Brief: Scanning the entries below, copy every line that contains the word "each".
┌──
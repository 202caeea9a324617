"""Editing a scenario: the changes that must follow a name everywhere it is used.

A scenario names its variables in many places: the variables table, the arrows, the question (exposure,
outcome, ``also``), and each strategy's adjustment set, restriction and matching. Renaming, removing or hiding
a variable, changing its type or changing the question must keep every one of those consistent, or the file
no longer parses. The functions here do that on the TOML-ready tables of
:func:`workbench.scenario.write.scenario_to_dict` (the form the dashboard edits). They are pure: each returns
an :class:`Edited` with a new table and a one-line note of what it changed along the way (``''`` when
nothing), and never changes its argument. They do not validate the result: parse it to check it
(:func:`workbench.scenario_from_dict` gives the one-line error of a bad edit).

Examples
--------
>>> from workbench import load_preset, scenario_from_dict, scenario_to_dict
>>> data = scenario_to_dict(load_preset("common_cause"))
>>> edited = remove_variable(data, "soil_quality")
>>> edited.note
'removed soil_quality from strategies: adjust_soil'
>>> scenario_from_dict(edited.data).names
['fertiliser', 'wheat_yield']
>>> "soil_quality" in data["variables"]  # the argument is unchanged
True
"""

from __future__ import annotations

import copy
import tomllib
from collections.abc import Iterable
from typing import Any, NamedTuple

from workbench.errors import ScenarioError

__all__ = [
    "Edited",
    "inline_table",
    "QUESTION_FIELDS",
    "prune_variables",
    "rename_variable",
    "remove_variable",
    "set_observed",
    "set_variable_type",
    "set_question",
    "set_arrow_size",
    "add_adjustment_sets",
    "restriction_toml",
    "parse_restriction",
]

#: The question fields :func:`set_question` may change.
QUESTION_FIELDS = ("exposure", "outcome", "target", "scale")


class Edited(NamedTuple):
    """The result of an edit: the new TOML-ready tables and a note of what else changed ('' when nothing).

    Examples
    --------
    >>> data, note = Edited({"title": "x"}, "")
    >>> data
    {'title': 'x'}
    """

    data: dict
    note: str = ""


def _variable(data: dict, name: str) -> dict:
    """The variable's table, or a ScenarioError naming the variable."""
    if name not in data["variables"]:
        raise ScenarioError(f"no variable '{name}'", where="variables")
    return data["variables"][name]


def _prune_strategy(table: dict, names: set[str]) -> bool:
    """Remove ``names`` from one strategy's table in place; True when anything was removed."""
    adjust = [v for v in table.get("adjust", []) if v not in names]
    restrict = {k: v for k, v in (table.get("restrict") or {}).items() if k not in names}
    match = [v for v in table.get("match", []) if v not in names]
    interactions = [v for v in table.get("interactions", []) if v in adjust]  # each must stay adjusted for
    flexible = [v for v in table.get("flexible", []) if v in adjust]
    changed = (
        len(adjust) != len(table.get("adjust", []))
        or len(restrict) != len(table.get("restrict") or {})
        or len(match) != len(table.get("match", []))
        or len(interactions) != len(table.get("interactions", []))
        or len(flexible) != len(table.get("flexible", []))
    )
    table["adjust"] = adjust
    pruned = (
        ("match", match),
        ("restrict", restrict),
        ("interactions", interactions),
        ("flexible", flexible),
    )
    for key, value in pruned:
        if key in table:
            if value:
                table[key] = value
            else:
                del table[key]
    if not adjust:
        table.pop("selection", None)  # a selection rule needs candidates
    return changed


def _prune_in_place(data: dict, names: set[str]) -> str:
    """:func:`prune_variables` on ``data`` itself."""
    removed = [table["name"] for table in data.get("strategies", []) if _prune_strategy(table, names)]
    also = data["question"].get("also")
    if also:
        data["question"]["also"] = [v for v in also if v not in names]
        if not data["question"]["also"]:
            del data["question"]["also"]
    if removed:
        return f"removed {', '.join(sorted(names))} from strategies: {', '.join(removed)}"
    return ""


def prune_variables(data: dict, names: Iterable[str]) -> Edited:
    """Remove ``names`` from every strategy's adjustment set, restriction and matching, and from
    ``question.also``. A selection rule left with no candidate is dropped (the strategy adjusts for nothing).

    Parameters
    ----------
    data : dict
        TOML-ready tables of a scenario.
    names : iterable of str
        Variables no strategy may use any more (latent ones, the exposure and the outcome).

    Returns
    -------
    Edited
        The note names the strategies changed.

    Examples
    --------
    >>> from workbench import load_preset, scenario_to_dict
    >>> data = scenario_to_dict(load_preset("common_cause"))
    >>> edited = prune_variables(data, {"soil_quality"})
    >>> [s["adjust"] for s in edited.data["strategies"]], edited.note
    ([[], []], 'removed soil_quality from strategies: adjust_soil')
    """
    data = copy.deepcopy(data)
    return Edited(data, _prune_in_place(data, set(names)))


def rename_variable(data: dict, old: str, new: str) -> Edited:
    """Rename a variable in the variables table, the arrows, the question and every strategy.

    Parameters
    ----------
    data : dict
        TOML-ready tables of a scenario.
    old, new : str
        The current and the new name (whether ``new`` is a valid name is left to the parser).

    Raises
    ------
    ScenarioError
        When ``old`` is no variable or ``new`` is taken.

    Examples
    --------
    >>> from workbench import load_preset, scenario_to_dict
    >>> data = scenario_to_dict(load_preset("common_cause"))
    >>> edited = rename_variable(data, "soil_quality", "soil")
    >>> list(edited.data["variables"]), edited.data["arrows"][0]["from"]
    (['soil', 'fertiliser', 'wheat_yield'], 'soil')
    >>> rename_variable(data, "soil_quality", "fertiliser")
    Traceback (most recent call last):
    ...
    workbench.errors.ScenarioError: variables.fertiliser: there is already a variable 'fertiliser'
    """
    _variable(data, old)
    new = new.strip()
    if new == old:
        return Edited(copy.deepcopy(data))
    if new in data["variables"]:
        raise ScenarioError(f"there is already a variable '{new}'", where=f"variables.{new}")
    data = copy.deepcopy(data)

    def swap(name: str) -> str:
        return new if name == old else name

    data["variables"] = {swap(k): v for k, v in data["variables"].items()}
    for table in data["variables"].values():
        if table.get("spread_with"):
            table["spread_with"] = {swap(k): v for k, v in table["spread_with"].items()}
    for arrow in data["arrows"]:
        arrow["from"], arrow["to"] = swap(arrow["from"]), swap(arrow["to"])
        if arrow.get("varies_with"):
            arrow["varies_with"] = {swap(k): v for k, v in arrow["varies_with"].items()}
    q = data["question"]
    q["exposure"], q["outcome"] = swap(q["exposure"]), swap(q["outcome"])
    if "also" in q:
        q["also"] = [swap(v) for v in q["also"]]
    for table in data.get("strategies", []):
        table["adjust"] = [swap(v) for v in table["adjust"]]
        for key in ("match", "interactions", "flexible"):
            if key in table:
                table[key] = [swap(v) for v in table[key]]
        if table.get("restrict"):
            table["restrict"] = {swap(k): v for k, v in table["restrict"].items()}
    return Edited(data)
└──
Response below:
outcome, ``also``), and each strategy's adjustment set, restriction and matching. Renaming, removing or hiding
:func:`workbench.scenario.write.scenario_to_dict` (the form the dashboard edits). They are pure: each returns
    interactions = [v for v in table.get("interactions", []) if v in adjust]  # each must stay adjusted for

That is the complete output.